# [Given information]
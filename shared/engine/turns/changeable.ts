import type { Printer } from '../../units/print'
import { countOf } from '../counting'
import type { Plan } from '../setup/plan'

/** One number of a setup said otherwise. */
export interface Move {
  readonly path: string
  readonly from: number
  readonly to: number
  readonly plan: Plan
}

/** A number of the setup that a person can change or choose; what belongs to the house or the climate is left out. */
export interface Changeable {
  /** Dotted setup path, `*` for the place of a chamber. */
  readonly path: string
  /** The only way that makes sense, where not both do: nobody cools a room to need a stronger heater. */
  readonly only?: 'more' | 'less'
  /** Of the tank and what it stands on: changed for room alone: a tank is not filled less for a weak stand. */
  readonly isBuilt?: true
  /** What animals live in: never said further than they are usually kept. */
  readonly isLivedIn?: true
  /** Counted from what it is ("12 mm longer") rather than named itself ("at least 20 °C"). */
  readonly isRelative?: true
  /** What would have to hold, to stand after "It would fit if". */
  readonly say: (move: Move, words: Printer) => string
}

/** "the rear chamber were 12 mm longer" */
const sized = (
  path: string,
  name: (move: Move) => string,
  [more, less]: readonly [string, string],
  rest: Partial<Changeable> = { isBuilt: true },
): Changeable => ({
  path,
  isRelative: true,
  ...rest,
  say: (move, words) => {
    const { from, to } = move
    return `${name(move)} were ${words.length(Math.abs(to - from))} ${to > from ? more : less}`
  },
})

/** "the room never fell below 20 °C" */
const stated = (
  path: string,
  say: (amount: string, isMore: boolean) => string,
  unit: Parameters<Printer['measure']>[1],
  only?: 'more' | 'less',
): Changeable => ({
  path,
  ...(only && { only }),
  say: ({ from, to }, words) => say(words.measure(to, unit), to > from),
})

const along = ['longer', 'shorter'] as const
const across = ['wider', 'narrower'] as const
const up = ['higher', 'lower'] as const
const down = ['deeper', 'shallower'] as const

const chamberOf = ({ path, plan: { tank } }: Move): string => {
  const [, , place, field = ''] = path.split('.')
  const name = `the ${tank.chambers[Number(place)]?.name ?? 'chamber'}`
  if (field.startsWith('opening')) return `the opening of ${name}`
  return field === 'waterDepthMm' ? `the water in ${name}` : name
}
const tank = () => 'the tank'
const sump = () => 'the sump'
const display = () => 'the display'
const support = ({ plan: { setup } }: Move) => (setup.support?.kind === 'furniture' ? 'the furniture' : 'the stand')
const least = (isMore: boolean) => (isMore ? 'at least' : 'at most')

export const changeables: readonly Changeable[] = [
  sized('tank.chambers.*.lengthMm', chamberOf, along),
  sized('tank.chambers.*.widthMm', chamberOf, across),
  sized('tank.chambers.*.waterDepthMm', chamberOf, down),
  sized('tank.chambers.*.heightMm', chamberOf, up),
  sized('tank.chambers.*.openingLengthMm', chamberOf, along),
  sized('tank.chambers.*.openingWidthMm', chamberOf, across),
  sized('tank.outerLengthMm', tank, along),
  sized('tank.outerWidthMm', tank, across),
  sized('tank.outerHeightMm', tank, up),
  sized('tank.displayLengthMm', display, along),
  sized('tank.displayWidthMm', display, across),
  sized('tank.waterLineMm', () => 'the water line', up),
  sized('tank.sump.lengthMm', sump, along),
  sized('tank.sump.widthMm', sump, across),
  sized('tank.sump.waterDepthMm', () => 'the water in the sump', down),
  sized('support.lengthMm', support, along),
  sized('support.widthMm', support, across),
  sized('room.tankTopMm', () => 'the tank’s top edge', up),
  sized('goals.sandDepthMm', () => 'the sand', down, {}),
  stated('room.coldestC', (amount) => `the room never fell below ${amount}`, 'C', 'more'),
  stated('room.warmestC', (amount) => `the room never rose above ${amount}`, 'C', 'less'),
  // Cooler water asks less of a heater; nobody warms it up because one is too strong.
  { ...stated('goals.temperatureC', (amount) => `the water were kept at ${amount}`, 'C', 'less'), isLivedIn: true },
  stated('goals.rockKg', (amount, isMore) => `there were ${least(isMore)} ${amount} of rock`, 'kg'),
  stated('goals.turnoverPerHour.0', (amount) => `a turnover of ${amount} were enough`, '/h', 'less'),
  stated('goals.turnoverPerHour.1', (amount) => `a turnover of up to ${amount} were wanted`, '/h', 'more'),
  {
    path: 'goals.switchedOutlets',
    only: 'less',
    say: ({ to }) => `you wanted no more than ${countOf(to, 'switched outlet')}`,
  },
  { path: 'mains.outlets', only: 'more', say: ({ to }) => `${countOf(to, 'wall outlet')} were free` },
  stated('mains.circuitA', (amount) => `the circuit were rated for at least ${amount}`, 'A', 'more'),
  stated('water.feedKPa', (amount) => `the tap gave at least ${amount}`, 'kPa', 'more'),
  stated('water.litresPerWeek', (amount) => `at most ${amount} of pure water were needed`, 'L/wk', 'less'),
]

--

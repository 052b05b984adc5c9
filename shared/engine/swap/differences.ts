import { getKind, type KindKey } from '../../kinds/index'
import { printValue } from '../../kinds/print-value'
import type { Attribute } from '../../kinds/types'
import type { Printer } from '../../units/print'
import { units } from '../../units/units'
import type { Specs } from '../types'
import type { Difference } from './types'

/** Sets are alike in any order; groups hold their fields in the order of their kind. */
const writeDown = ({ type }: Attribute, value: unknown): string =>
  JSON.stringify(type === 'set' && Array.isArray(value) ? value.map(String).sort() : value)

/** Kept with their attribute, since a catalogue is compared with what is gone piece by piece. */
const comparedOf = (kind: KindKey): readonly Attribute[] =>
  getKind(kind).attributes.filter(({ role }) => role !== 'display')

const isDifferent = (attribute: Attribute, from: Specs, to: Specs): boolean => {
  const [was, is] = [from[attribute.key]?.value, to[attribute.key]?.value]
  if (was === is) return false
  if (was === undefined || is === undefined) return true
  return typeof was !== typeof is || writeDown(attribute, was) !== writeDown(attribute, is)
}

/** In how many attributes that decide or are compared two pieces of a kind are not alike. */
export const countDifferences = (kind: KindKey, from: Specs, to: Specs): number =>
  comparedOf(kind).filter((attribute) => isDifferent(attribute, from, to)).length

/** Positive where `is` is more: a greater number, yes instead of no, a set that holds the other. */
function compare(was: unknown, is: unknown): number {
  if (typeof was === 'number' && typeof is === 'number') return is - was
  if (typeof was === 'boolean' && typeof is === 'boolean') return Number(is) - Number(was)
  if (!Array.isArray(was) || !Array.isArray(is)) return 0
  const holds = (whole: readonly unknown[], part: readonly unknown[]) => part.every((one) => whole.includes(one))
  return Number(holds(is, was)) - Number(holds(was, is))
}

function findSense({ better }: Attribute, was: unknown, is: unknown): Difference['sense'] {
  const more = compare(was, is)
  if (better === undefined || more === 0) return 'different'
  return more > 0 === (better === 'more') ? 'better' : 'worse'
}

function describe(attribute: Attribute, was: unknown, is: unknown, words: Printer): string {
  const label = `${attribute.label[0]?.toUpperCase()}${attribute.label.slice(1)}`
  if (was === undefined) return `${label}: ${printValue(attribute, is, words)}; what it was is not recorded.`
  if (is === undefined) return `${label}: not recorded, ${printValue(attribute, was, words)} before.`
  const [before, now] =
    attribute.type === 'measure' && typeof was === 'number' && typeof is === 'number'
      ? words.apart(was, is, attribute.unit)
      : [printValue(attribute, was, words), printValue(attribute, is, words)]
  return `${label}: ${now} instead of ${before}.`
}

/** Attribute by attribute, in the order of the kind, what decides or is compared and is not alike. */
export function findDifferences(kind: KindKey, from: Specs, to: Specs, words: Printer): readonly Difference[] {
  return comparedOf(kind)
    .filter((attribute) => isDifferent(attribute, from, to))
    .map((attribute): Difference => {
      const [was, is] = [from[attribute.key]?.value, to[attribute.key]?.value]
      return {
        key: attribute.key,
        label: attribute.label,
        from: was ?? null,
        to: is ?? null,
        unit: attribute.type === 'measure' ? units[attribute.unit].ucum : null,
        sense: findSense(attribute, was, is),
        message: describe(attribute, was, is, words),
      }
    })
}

==

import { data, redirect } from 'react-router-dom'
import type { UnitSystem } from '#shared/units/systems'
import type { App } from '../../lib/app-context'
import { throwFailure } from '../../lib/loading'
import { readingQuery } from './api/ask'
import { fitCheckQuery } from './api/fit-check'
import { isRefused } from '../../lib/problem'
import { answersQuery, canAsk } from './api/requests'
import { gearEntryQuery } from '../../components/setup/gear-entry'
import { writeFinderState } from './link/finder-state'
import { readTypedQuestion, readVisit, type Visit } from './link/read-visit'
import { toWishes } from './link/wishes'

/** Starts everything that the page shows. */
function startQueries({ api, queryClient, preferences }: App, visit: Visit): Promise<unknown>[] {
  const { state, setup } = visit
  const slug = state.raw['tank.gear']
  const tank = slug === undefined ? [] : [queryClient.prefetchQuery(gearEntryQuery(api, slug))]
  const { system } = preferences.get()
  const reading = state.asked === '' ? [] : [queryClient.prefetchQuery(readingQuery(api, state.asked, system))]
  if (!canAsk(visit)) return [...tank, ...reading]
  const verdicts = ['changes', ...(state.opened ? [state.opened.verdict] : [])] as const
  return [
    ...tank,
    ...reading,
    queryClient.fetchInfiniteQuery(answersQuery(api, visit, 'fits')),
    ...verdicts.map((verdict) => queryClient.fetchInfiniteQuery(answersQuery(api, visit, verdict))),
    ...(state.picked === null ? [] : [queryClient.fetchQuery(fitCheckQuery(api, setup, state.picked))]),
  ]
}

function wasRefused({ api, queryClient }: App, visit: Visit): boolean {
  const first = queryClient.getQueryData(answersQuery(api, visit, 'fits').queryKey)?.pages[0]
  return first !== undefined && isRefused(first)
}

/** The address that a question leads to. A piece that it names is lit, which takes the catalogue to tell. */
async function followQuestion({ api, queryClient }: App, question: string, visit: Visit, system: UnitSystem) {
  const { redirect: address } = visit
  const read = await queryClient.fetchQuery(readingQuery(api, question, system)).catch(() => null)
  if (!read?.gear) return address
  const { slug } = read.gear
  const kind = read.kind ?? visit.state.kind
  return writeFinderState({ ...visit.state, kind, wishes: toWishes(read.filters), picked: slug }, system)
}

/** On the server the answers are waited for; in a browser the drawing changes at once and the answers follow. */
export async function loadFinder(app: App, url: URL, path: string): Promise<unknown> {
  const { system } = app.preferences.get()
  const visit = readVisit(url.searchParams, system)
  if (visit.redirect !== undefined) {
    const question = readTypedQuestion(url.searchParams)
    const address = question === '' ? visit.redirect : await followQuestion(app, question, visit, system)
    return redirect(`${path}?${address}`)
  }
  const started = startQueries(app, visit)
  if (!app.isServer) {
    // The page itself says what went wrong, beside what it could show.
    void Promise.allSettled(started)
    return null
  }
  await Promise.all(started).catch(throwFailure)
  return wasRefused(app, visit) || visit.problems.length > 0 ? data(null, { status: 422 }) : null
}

# [Goal of the exercise]
Give back precisely the lines above that start at the line containing "filename shared/engine/turns/changeable.ts" and end at the line containing "left out. */", inclusive. No other lines belong in the output.

# [Solution]
filename shared/engine/turns/changeable.ts
import type { Printer } from '../../units/print'
import { countOf } from '../counting'
import type { Plan } from '../setup/plan'

/** One number of a setup said otherwise. */
export interface Move {
  readonly path: string
  readonly from: number
  readonly to: number
  readonly plan: Plan
}

/** A number of the setup that a person can change or choose; what belongs to the house or the climate is left out. */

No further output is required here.